Spock's voice cut through the static. "We have sustained structural damage to warp engines. Estimate one third of crew dead." There was a moment of silence. "Commander Litani is dead."

* * *

Spock surveyed the destroyed bridge, his gaze coming to rest on the small figure laid carefully out of the way. Litani, his wife, was dead. The severing of the bond had been as violent as the death. Even now, the pain of her passing still pressed on him. Her presence had been ripped from his mind, leaving wounds that hurt to his soul.

There had been no warning of an attack, nothing to allow them to prepare. The Talon was badly damaged, perhaps irreparably, a large portion of his crew was dead and sensors indicated the Enterprise was in little bitter condition. If the Klingons returned, they were defenseless.
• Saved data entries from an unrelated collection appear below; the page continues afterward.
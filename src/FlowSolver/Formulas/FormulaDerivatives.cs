namespace FlowSolver.Formulas;

/// <summary>Exact derivatives of nodes as nodes of the same graph, each made once however often it is asked for.</summary>
internal sealed class FormulaDerivatives(FormulaGraph graph)
{
    private readonly Dictionary<(int Node, bool ByY), FormulaNode> known = [];

    /// <summary>
    /// ∂node/∂x or ∂node/∂y. At a kink it is the derivative of one side; the jump of <c>step</c> and <c>sign</c> has derivative 0 on both sides, and
    /// the measure that sits on the jump itself is not part of it.
    /// </summary>
    public FormulaNode Of(FormulaNode node, bool byY)
    {
        foreach (var below in FormulaEvaluator.OrderOf([node]))
        {
            if (!known.ContainsKey((below.Id, byY)))
                known.Add((below.Id, byY), Differentiate(below, byY));
        }

        return known[(node.Id, byY)];
    }

    private FormulaNode Differentiate(FormulaNode node, bool byY)
    {
        if (node.A is null)
            return node.Kind == (byY ? NodeKind.Y : NodeKind.X) ? graph.One : graph.Zero;
        var a = node.A;
        var da = known[(a.Id, byY)];
        // cosh^-n, the tail of tanh: n·cosh^-(n+1)·sinh would be 0·∞ where cosh overflows; n·cosh^-n·tanh is the same and stays finite.
        if (node.Kind == NodeKind.IntegerPower && node.Exponent < 0 && a.Kind == NodeKind.Cosh)
        {
            var inner = graph.Multiply(graph.Apply(NodeKind.Tanh, a.A!), known[(a.A!.Id, byY)]);
            return graph.Multiply(graph.Multiply(graph.Number(node.Exponent), node), inner);
        }

        if (node.B is null)
            return da == graph.Zero ? da : graph.Multiply(Outer(node, a), da);
        var b = node.B;
        var db = known[(b.Id, byY)];
        return node.Kind switch
        {
            NodeKind.Add => graph.Add(da, db),
            NodeKind.Subtract => graph.Subtract(da, db),
            NodeKind.Multiply => graph.Add(graph.Multiply(da, b), graph.Multiply(a, db)),
            // With the quotient itself: no square of the denominator that could overflow.
            NodeKind.Divide => graph.Divide(graph.Subtract(da, graph.Multiply(node, db)), b),
            NodeKind.Power => Power(node, a, b, da, db),
            NodeKind.Minimum => graph.Select(graph.Subtract(a, b), da, db),
            NodeKind.Maximum => graph.Select(graph.Subtract(a, b), db, da),
            NodeKind.Select => graph.Select(a, db, known[(node.C!.Id, byY)]),
            _ => throw new InvalidOperationException($"The node {node.Kind} has no derivative rule."),
        };
    }

    private FormulaNode Power(FormulaNode node, FormulaNode a, FormulaNode b, FormulaNode da, FormulaNode db)
    {
        var byBase = da == graph.Zero
            ? graph.Zero
            : b.IsNumber
                ? graph.Multiply(graph.Multiply(b, graph.Power(a, graph.Number(b.Value - 1))), da)
                : graph.Multiply(node, graph.Divide(graph.Multiply(b, da), a));
        var byExponent = db == graph.Zero ? graph.Zero : graph.Multiply(graph.Multiply(node, graph.Apply(NodeKind.Log, a)), db);
        return graph.Add(byBase, byExponent);
    }

    /// <summary>The derivative of a function of one argument by that argument.</summary>
    private FormulaNode Outer(FormulaNode node, FormulaNode a) => node.Kind switch
    {
        NodeKind.Negate => graph.Number(-1),
        NodeKind.IntegerPower => graph.Multiply(graph.Number(node.Exponent), graph.IntegerPower(a, node.Exponent - 1)),
        NodeKind.Exp => node,
        NodeKind.Log => graph.Divide(graph.One, a),
        NodeKind.Sqrt => graph.Divide(graph.Number(0.5), node),
        NodeKind.Abs => graph.Select(a, graph.Number(-1), graph.One),
        NodeKind.Sin => graph.Apply(NodeKind.Cos, a),
        NodeKind.Cos => graph.Negate(graph.Apply(NodeKind.Sin, a)),
        NodeKind.Tan => graph.Add(graph.One, graph.IntegerPower(node, 2)),
        NodeKind.Sinh => graph.Apply(NodeKind.Cosh, a),
        NodeKind.Cosh => graph.Apply(NodeKind.Sinh, a),
        // Not 1 − tanh²: that has no correct digit left far out.
        NodeKind.Tanh => graph.IntegerPower(graph.Apply(NodeKind.Cosh, a), -2),
        NodeKind.Atan => graph.Divide(graph.One, graph.Add(graph.One, graph.IntegerPower(a, 2))),
        NodeKind.Erf => graph.Multiply(
            graph.Number(2 / Math.Sqrt(Math.PI)), graph.Apply(NodeKind.Exp, graph.Negate(graph.IntegerPower(a, 2)))),
        NodeKind.Sign or NodeKind.Step => graph.Zero,
        _ => throw new InvalidOperationException($"The node {node.Kind} has no derivative rule."),
    };
}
Wiping the blood from a cut above his eye with his sleeve, Spock pressed the intercom again. "We will contact you in one hour with update. Tahn out."

* * *

Kirk sat back in stunned silence at Spock's announcement. Litani was dead. Spock's wife was dead. Without Litani, would Spock be able to hold the Romulan crew together as an ally of the Enterprise? The elevator doors opened, but he ignored them. The situation was becoming more grim with each passing moment.

Christine appeared at his elbow, scanning him. "You appear to be uninjured, Captain." She moved on to the other crewmembers. Completing her circuit of the bridge, treating those in need and reassuring those not harmed, Christine headed for the elevator to return to sickbay. They opened as she approached, but instead of walking into an empty elevator, she walked straight into Saanden.

Kirk sprang from his chair, but stopped at the raised phaser."What do you want, Saanden?"

"My companions and I," he nodded to the two with him, "wish to return to the Talon."

"To what end? You have no more chance there than you do here."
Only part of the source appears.